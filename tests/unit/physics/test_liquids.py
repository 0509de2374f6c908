"""The bundled liquids (vpkit.physics.liquids): names, aliases and CAS numbers people type.

Expected values: the names and CAS numbers of Poling et al. (2001), App. A."""


import pytest

from vpkit.errors import InputError
from vpkit.physics.liquids import canonical_name, liquids


def test_aliases():
    assert canonical_name("Isopropanol") == "2-propanol"
    assert canonical_name("67-64-1") == "acetone"
    assert len(liquids()) >= 12
    with pytest.raises(InputError, match="no reference"):
        canonical_name("unobtainium")


@pytest.mark.parametrize("typed,name", [("ethyl_acetate", "ethyl acetate"), ("IPA", "2-propanol"),
                                        ("isopropanol", "2-propanol"), ("Ethyl alcohol", "ethanol"),
                                        ("H2O", "water"), ("propan-1-ol", "1-propanol"),
                                        ("141-78-6", "ethyl acetate")])
def test_names_people_type(typed, name):
    """Synonyms and CAS numbers as in the Poling et al. (2001) table and common usage."""
    assert canonical_name(typed) == name
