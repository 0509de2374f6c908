"""Derived results: ΔS_vap at T_b, the T_b extrapolation bias and Trouton's bands,
checked by hand against Kirchhoff's integrated equation (ln p with constant ΔCp) and
the bands stated in vpkit.analysis.derived (common practice, no source). Checks against
reference equations of state are in tests/reference/test_derived_results.py."""

import math

import numpy as np
import pytest
from scipy.optimize import brentq

from vpkit.analysis.derived import (
    DCP_ASSUMED,
    DZ_ASSUMED,
    boiling_point_bias,
    entropy_at_boiling,
    trouton_verdict,
)
from vpkit.constants import R
from vpkit.fitting.fit import fit_stack
from vpkit.physics.curves import CurveSet

T = np.linspace(298.15, 333.15, 8)
dH, Tb_line = 32000.0, 350.0
b = -dH / R
a = math.log(101325.0) - b / Tb_line


def _cc_fit():
    y = a + b / T
    return fit_stack("clausius_clapeyron", T[None], y[None], weighting="ordinary",
                     cov_y=np.eye(8)[None] * 1e-6)


def test_entropy_of_a_line_without_curve_uses_the_assumed_dcp_and_dz():
    fit = _cc_fit()
    out = entropy_at_boiling(fit, ["unobtainium"], CurveSet([None]))
    T_m = fit.T_m[0]
    H = dH + DCP_ASSUMED * (Tb_line - T_m)  # Kirchhoff: ΔH(T_b) = ΔH(T_m) + ΔCp (T_b - T_m)
    assert out["T_b"][0] == pytest.approx(Tb_line, rel=1e-9)
    assert out["value"][0] == pytest.approx(H * DZ_ASSUMED / Tb_line, rel=1e-9)
    assert out["carried_by"][0] == "assumed ΔCp"
    assert out["u"][0] > 30.0 * (Tb_line - T_m) * DZ_ASSUMED / Tb_line  # carries u(ΔCp)


def test_bias_of_a_line_against_the_assumed_dcp_curve():
    """The curve through the line at T_m with ΔCp = DCP_ASSUMED, written out as
    Kirchhoff's integrated equation and solved by brentq."""
    fit = _cc_fit()
    T_m = fit.T_m[0]
    c = DCP_ASSUMED / R
    ln_m = a + b / T_m

    def curve(t):
        return ln_m - dH / R * (1 / t - 1 / T_m) + c * (math.log(t / T_m) + T_m / t - 1)

    Tb_true = brentq(lambda t: curve(t) - math.log(101325.0), 300, 450)
    out = boiling_point_bias(fit, CurveSet([None]), 101325.0, None)
    assert out["bias"][0] == pytest.approx(Tb_line - Tb_true, abs=1e-6)
    assert out["bias"][0] < 0 and out["from"][0] == "assumed ΔCp"
    assert out["u"][0] == pytest.approx(abs(out["bias"][0]) * 30 / 50, rel=1e-9)


def test_curved_model_without_curve_has_no_bias_estimate():
    y = a + b / T + 0.5 * np.log(T)
    fit = fit_stack("constant_dcp", T[None], y[None], weighting="ordinary",
                    cov_y=np.eye(8)[None] * 1e-6)
    out = boiling_point_bias(fit, CurveSet([None]), 101325.0, None)
    assert math.isnan(out["bias"][0]) and out["from"][0] == ""
    ent = entropy_at_boiling(fit, ["unobtainium"], CurveSet([None]))
    Tb = ent["T_b"][0]
    assert ent["carried_by"][0] == "model"
    assert ent["value"][0] == pytest.approx(
        float(fit.model.enthalpy(Tb, fit.params[0])) * DZ_ASSUMED / Tb, rel=1e-9)


@pytest.mark.parametrize("v,u,word", [(86.0, 1.0, "within Trouton"),
                                      (92.2, 0.5, "within Trouton"),
                                      (110.0, 2.0, "within the hydrogen-bonded range"),
                                      (97.5, 0.5, "outside"), (70.0, 1.0, "outside"),
                                      (97.0, 3.0, "too uncertain"),
                                      (72.7, 5.9, "consistent, within 2u, with Trouton")])
def test_trouton_bands(v, u, word):
    """The text says whether the value is inside a band or only within 2u of it (issue
    "newcomer": 72.7 ± 5.9 once read "within Trouton's rule (80-95)")."""
    assert word in trouton_verdict(v, u)
    assert trouton_verdict(float("nan"), 1.0) == ""
    assert "within Trouton" not in trouton_verdict(72.7, 5.9)


def test_trouton_verdict_batched_equals_one_at_a_time():
    """The table's column is the same function on arrays: equal, value by value, to the
    scalar calls (bands as stated in vpkit.analysis.derived; common practice, no source)."""
    v = np.array([86.0, 92.2, 110.0, 97.5, 70.0, 97.0, 72.7, np.nan, 101.0])
    u = np.array([1.0, 0.5, 2.0, 0.5, 1.0, 3.0, 5.9, 1.0, np.nan])
    many = trouton_verdict(v, u)
    assert many.shape == v.shape and many.dtype == object
    assert list(many) == [trouton_verdict(float(x), float(y)) for x, y in zip(v, u)]
    assert many[7] == "" and many[8] == "" and "within Trouton" in many[0]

**Exercise description**
The required answer is every line of the data, duplicated exactly.

**Task result**
filename tests/unit/physics/test_liquids.py
repository 0509de2374f6c908
"""The bundled liquids (vpkit.physics.liquids): names, aliases and CAS numbers people type.

Expected values: the names and CAS numbers of Poling et al. (2001), App. A."""


import pytest

from vpkit.errors import InputError
from vpkit.physics.liquids import canonical_name, liquids


def test_aliases():
    assert canonical_name("Isopropanol") == "2-propanol"
    assert canonical_name("67-64-1") == "acetone"
    assert len(liquids()) >= 12
    with pytest.raises(InputError, match="no reference"):
        canonical_name("unobtainium")


@pytest.mark.parametrize("typed,name", [("ethyl_acetate", "ethyl acetate"), ("IPA", "2-propanol"),
                                        ("isopropanol", "2-propanol"), ("Ethyl alcohol", "ethanol"),
                                        ("H2O", "water"), ("propan-1-ol", "1-propanol"),
                                        ("141-78-6", "ethyl acetate")])
def test_names_people_type(typed, name):
    """Synonyms and CAS numbers as in the Poling et al. (2001) table and common usage."""
    assert canonical_name(typed) == name
repository 0509de2374f6c908
"""Derived results: ΔS_vap at T_b, the T_b extrapolation bias and Trouton's bands,
checked by hand against Kirchhoff's integrated equation (ln p with constant ΔCp) and
the bands stated in vpkit.analysis.derived (common practice, no source). Checks against
reference equations of state are in tests/reference/test_derived_results.py."""

import math

import numpy as np
import pytest
from scipy.optimize import brentq

from vpkit.analysis.derived import (
    DCP_ASSUMED,
    DZ_ASSUMED,
    boiling_point_bias,
    entropy_at_boiling,
    trouton_verdict,
)
from vpkit.constants import R
from vpkit.fitting.fit import fit_stack
from vpkit.physics.curves import CurveSet

T = np.linspace(298.15, 333.15, 8)
dH, Tb_line = 32000.0, 350.0
b = -dH / R
a = math.log(101325.0) - b / Tb_line


def _cc_fit():
    y = a + b / T
    return fit_stack("clausius_clapeyron", T[None], y[None], weighting="ordinary",
                     cov_y=np.eye(8)[None] * 1e-6)


def test_entropy_of_a_line_without_curve_uses_the_assumed_dcp_and_dz():
    fit = _cc_fit()
    out = entropy_at_boiling(fit, ["unobtainium"], CurveSet([None]))
    T_m = fit.T_m[0]
    H = dH + DCP_ASSUMED * (Tb_line - T_m)  # Kirchhoff: ΔH(T_b) = ΔH(T_m) + ΔCp (T_b - T_m)
    assert out["T_b"][0] == pytest.approx(Tb_line, rel=1e-9)
    assert out["value"][0] == pytest.approx(H * DZ_ASSUMED / Tb_line, rel=1e-9)
    assert out["carried_by"][0] == "assumed ΔCp"
    assert out["u"][0] > 30.0 * (Tb_line - T_m) * DZ_ASSUMED / Tb_line  # carries u(ΔCp)


def test_bias_of_a_line_against_the_assumed_dcp_curve():
    """The curve through the line at T_m with ΔCp = DCP_ASSUMED, written out as
    Kirchhoff's integrated equation and solved by brentq."""
    fit = _cc_fit()
    T_m = fit.T_m[0]
    c = DCP_ASSUMED / R
    ln_m = a + b / T_m

    def curve(t):
        return ln_m - dH / R * (1 / t - 1 / T_m) + c * (math.log(t / T_m) + T_m / t - 1)

    Tb_true = brentq(lambda t: curve(t) - math.log(101325.0), 300, 450)
    out = boiling_point_bias(fit, CurveSet([None]), 101325.0, None)
    assert out["bias"][0] == pytest.approx(Tb_line - Tb_true, abs=1e-6)
    assert out["bias"][0] < 0 and out["from"][0] == "assumed ΔCp"
    assert out["u"][0] == pytest.approx(abs(out["bias"][0]) * 30 / 50, rel=1e-9)


def test_curved_model_without_curve_has_no_bias_estimate():
    y = a + b / T + 0.5 * np.log(T)
    fit = fit_stack("constant_dcp", T[None], y[None], weighting="ordinary",
                    cov_y=np.eye(8)[None] * 1e-6)
    out = boiling_point_bias(fit, CurveSet([None]), 101325.0, None)
    assert math.isnan(out["bias"][0]) and out["from"][0] == ""
    ent = entropy_at_boiling(fit, ["unobtainium"], CurveSet([None]))
    Tb = ent["T_b"][0]
    assert ent["carried_by"][0] == "model"
    assert ent["value"][0] == pytest.approx(
        float(fit.model.enthalpy(Tb, fit.params[0])) * DZ_ASSUMED / Tb, rel=1e-9)


@pytest.mark.parametrize("v,u,word", [(86.0, 1.0, "within Trouton"),
                                      (92.2, 0.5, "within Trouton"),
                                      (110.0, 2.0, "within the hydrogen-bonded range"),
                                      (97.5, 0.5, "outside"), (70.0, 1.0, "outside"),
                                      (97.0, 3.0, "too uncertain"),
                                      (72.7, 5.9, "consistent, within 2u, with Trouton")])
def test_trouton_bands(v, u, word):
    """The text says whether the value is inside a band or only within 2u of it (issue
    "newcomer": 72.7 ± 5.9 once read "within Trouton's rule (80-95)")."""
    assert word in trouton_verdict(v, u)
    assert trouton_verdict(float("nan"), 1.0) == ""
    assert "within Trouton" not in trouton_verdict(72.7, 5.9)


def test_trouton_verdict_batched_equals_one_at_a_time():
    """The table's column is the same function on arrays: equal, value by value, to the
    scalar calls (bands as stated in vpkit.analysis.derived; common practice, no source)."""
    v = np.array([86.0, 92.2, 110.0, 97.5, 70.0, 97.0, 72.7, np.nan, 101.0])
    u = np.array([1.0, 0.5, 2.0, 0.5, 1.0, 3.0, 5.9, 1.0, np.nan])
    many = trouton_verdict(v, u)
    assert many.shape == v.shape and many.dtype == object
    assert list(many) == [trouton_verdict(float(x), float(y)) for x, y in zip(v, u)]
    assert many[7] == "" and many[8] == "" and "within Trouton" in many[0]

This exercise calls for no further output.